4.3 Belarusian language

The Belarusian alphabet differs from the Russian one in the following features: the vowel th always denoted by the letter i; letter b is absent and the separating value is conveyed by an apostrophe; an accent is used to convey a non-syllable y; missing letter sch, since there is no such sound in Belarusian, but there is a combination shh. The Belarusian spelling is based on the phonetic principle.

Territory Belarusian language subdivided into two dialects: southwestern and northeastern. The approximate border between them goes along the Vilnos-Minsk-Rogachev-Gomel line. The principle of division is the character of akanya and some other phonetic features. The southwestern dialect is characterized primarily by non-dissimilative yak and yak. It should be noted that on the border with the Ukrainian language there is a wide band of transitional Ukrainian-Belarusian dialects.
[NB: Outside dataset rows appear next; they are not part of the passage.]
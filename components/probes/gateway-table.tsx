import Link from 'next/link'
import { GatewayState } from '@/components/probes/gateway-state'
import { EmptyState } from '@/components/ui/empty-state'
import { Table } from '@/components/ui/table'
import { formatSigned } from '@/lib/format'
import type { GatewayDto } from '@/lib/probes/schema'

/** The boxes that read probes: how each stands, its clock, what waits, what was refused and what was lost. */
export function GatewayTable({
  gateways,
  nowMs,
  mayWrite,
}: {
  gateways: readonly GatewayDto[]
  nowMs: number
  mayWrite: boolean
}) {
  return (
    <Table
      caption="Gateways"
      rows={gateways}
      rowKey={(gateway) => gateway.id}
      empty={
        <EmptyState title="No gateway yet.">
          {mayWrite
            ? 'Register the box that reads the probes, then make a code and enrol its program with it.'
            : 'An administrator registers the box that reads the probes.'}
        </EmptyState>
      }
      columns={[
        {
          key: 'name',
          head: 'Gateway',
          isRowHead: true,
          cell: (gateway) => (
            <>
              <Link className="link font-[640]" href={`/probes/gateways/${gateway.id}`}>
                {gateway.name}
              </Link>
              {gateway.mayReplay ? <span className="block text-soft">may send past instants</span> : null}
            </>
          ),
        },
        {
          key: 'state',
          head: 'State',
          className: 'max-w-[30rem]',
          cell: (gateway) => <GatewayState gateway={gateway} nowMs={nowMs} />,
        },
        { key: 'probes', head: 'Probes', isNumeric: true, cell: (gateway) => gateway.probeCount },
        {
          key: 'clock',
          head: 'Clock behind',
          unit: 's',
          isNumeric: true,
          cell: ({ clockOffsetMs }) =>
            clockOffsetMs === null ? (
              <span className="text-mute">not known</span>
            ) : (
              formatSigned(clockOffsetMs / 1000, 1)
            ),
        },
        {
          key: 'waits',
          head: 'Waits there',
          unit: 'readings',
          isNumeric: true,
          cell: ({ status }) => status?.spooledReadings ?? <span className="text-mute">not told</span>,
        },
        { key: 'refused', head: 'Refused', isNumeric: true, cell: ({ refusedCount }) => refusedCount },
        { key: 'lost', head: 'Lost', isNumeric: true, cell: ({ lostCount }) => lostCount },
      ]}
    />
  )
}
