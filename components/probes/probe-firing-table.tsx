import Link from 'next/link'
import { placeWords } from '@/components/probes/place-words'
import { Table } from '@/components/ui/table'
import { Time } from '@/components/ui/time'
import type { ProbeFiringDto } from '@/lib/probes/schema'

/** The firings that a probe read, with the place that it had then. */
export function ProbeFiringTable({ firings, zone }: { firings: readonly ProbeFiringDto[]; zone: string }) {
  return (
    <Table
      caption="Firings that it read"
      rows={firings}
      rowKey={(firing) => `${firing.firingId} ${firing.fromAt}`}
      empty={<p className="border-y border-line py-3 text-soft">None, as far as you may see firings.</p>}
      columns={[
        {
          key: 'from',
          head: 'From',
          isRowHead: true,
          cell: (firing) => <Time at={firing.fromAt} zone={zone} />,
        },
        {
          key: 'until',
          head: 'Until',
          cell: (firing) =>
            firing.untilAt === null ? 'reads it now' : <Time at={firing.untilAt} zone={zone} style="time" />,
        },
        {
          key: 'firing',
          head: 'Firing',
          cell: (firing) => (
            <Link className="link" href={`/firings/${firing.firingId}`}>
              {firing.serial}
            </Link>
          ),
        },
        {
          key: 'recipe',
          head: 'Recipe',
          cell: (firing) => `${firing.recipeName}, version ${firing.versionNumber}`,
        },
        { key: 'role', head: 'As', cell: (firing) => firing.role },
        { key: 'place', head: 'Its place then', cell: (firing) => placeWords(firing.place) },
      ]}
    />
  )
}
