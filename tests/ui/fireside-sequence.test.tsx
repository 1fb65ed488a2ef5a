import { cleanup, render, screen } from '@testing-library/react'
import userEvent from '@testing-library/user-event'
import { afterEach, describe, expect, test, vi } from 'vitest'
import { FiresideAdvice } from '@/components/live/fireside-advice'
import { beepsOf, createSoundPlayer } from '@/components/live/fireside-sound'
import { FiresideWhy } from '@/components/live/fireside-why'
import { isSameAdvice } from '@/components/live/use-advice'
import { recordWords } from '@/components/live/use-room-memory'
import type { ShortStep } from '@/lib/firings/short-steps'

afterEach(cleanup)

const step: ShortStep = {
  step: 'preheat',
  stagePosition: null,
  name: 'Preheat',
  isSkipped: false,
  actualMinutes: 4,
  askedMinutes: 20,
  reason: null,
}

describe('a step that was short', () => {
  test('asks why in one touch, and may be put off', async () => {
    const [onReason, onOtherWords, onLater] = [vi.fn(), vi.fn(), vi.fn()]
    render(<FiresideWhy step={step} onReason={onReason} onOtherWords={onOtherWords} onLater={onLater} />)
    expect(screen.getByRole('status').textContent).toBe('Preheat was 4:00 of 20 min. Why?')
    await userEvent.click(screen.getByRole('button', { name: 'Staves hot already' }))
    expect(onReason).toHaveBeenCalledWith('Staves hot already')
    await userEvent.click(screen.getByRole('button', { name: 'Later' }))
    expect(onLater).toHaveBeenCalledOnce()
  })
})

describe('advice', () => {
  test('is taken or waved away by a touch, which only says so', async () => {
    const onAnswer = vi.fn()
    render(<FiresideAdvice words="On the plan from here, hold 3 min longer." onAnswer={onAnswer} />)
    await userEvent.click(screen.getByRole('button', { name: 'Do it' }))
    await userEvent.click(screen.getByRole('button', { name: 'Not now' }))
    expect(onAnswer.mock.calls).toEqual([['taken'], ['not now']])
  })

  test('that was answered is put again only when it has become another', () => {
    const hold = { kind: 'hold longer', minutes: 3 } as const
    expect(isSameAdvice(hold, { ...hold, minutes: 4 })).toBe(true)
    expect(isSameAdvice(hold, { ...hold, minutes: 5 })).toBe(false)
    expect(isSameAdvice(hold, { kind: 'rest early', minutes: 3 })).toBe(false)
  })
})

test('the forecast’s record says its n, its count and the interval of its share', () => {
  const record = { n: 30, rightCount: 24, withinMinutes: 1.5, shareLow: 0.614, shareHigh: 0.923 }
  expect(recordWords(record)).toBe('Last 30: within 1.5 min, 24 times (61 to 92 %).')
})

describe('the two sounds', () => {
  test('differ in pitch, rhythm and length, and no two notes of one overlap', () => {
    const { act, alarm } = beepsOf
    const lengthS = (beeps: typeof act) => Math.max(...beeps.map((beep) => beep.atS + beep.lengthS))
    expect(lengthS(alarm)).toBeGreaterThan(2 * lengthS(act))
    expect(Math.min(...alarm.map((beep) => beep.hz))).toBeGreaterThan(Math.max(...act.map((beep) => beep.hz)))
    for (const beeps of [act, alarm]) {
      beeps.slice(1).forEach((beep, i) => {
        const before = beeps[i]
        expect(beep.atS).toBeGreaterThanOrEqual((before?.atS ?? 0) + (before?.lengthS ?? 0) - 1e-9)
      })
    }
  })

  test('are silent before a touch has unlocked them, and where the browser has none', () => {
    const open = vi.fn(() => {
      throw new Error('no audio here')
    })
    const player = createSoundPlayer(open)
    player.play('alarm', 'loud')
    expect(open).not.toHaveBeenCalled()
    player.unlock()
    player.play('alarm', 'loud')
    expect(open).toHaveBeenCalledOnce()
  })
})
Slavic language phonetic morphological

Conclusion

The emergence of Slavic writing in the second half of the 9th century. (863) was of great importance for the development of Slavic culture. A very perfect graphic system was created for one of the types of Slavic speech, work began on translating some parts of the Bible and creating other liturgical texts. Old Church Slavonic became the common language due to Western influence and the conversion to Catholicism. Therefore, the further use of the Old Church Slavonic language is associated primarily with the Slavic south and east. The use of Old Church Slavonic as a literary language led to the fact that this language was primarily subjected to grammatical processing.

The Proto-Slavic language has experienced a long history. It was during the existence of the Proto-Slavic language that all the main characteristics Slavic languages. Among these phenomena, the main phonetic and morphological changes should be noted.

Literature

1. Kondrashov N.A. Slavic languages: Proc. Manual for students of philol. special, ped, in-comrade. - 3rd edition, remastered. and additional - M.: Enlightenment, 1986.

2. Linguistic encyclopedic Dictionary edited by V.N. Yartseva

3. Kuznetsov P. S. Essays on the morphology of the Proto-Slavic language. M., 1961.

4. Nachtigal R. Slavic languages. M., 1963

5. Meie A. Common Slavic language, trans. from French, Moscow, 1951.

6. Trubachev O.N. Ethnogenesis and culture of the ancient Slavs: linguistic studies. M., 1991.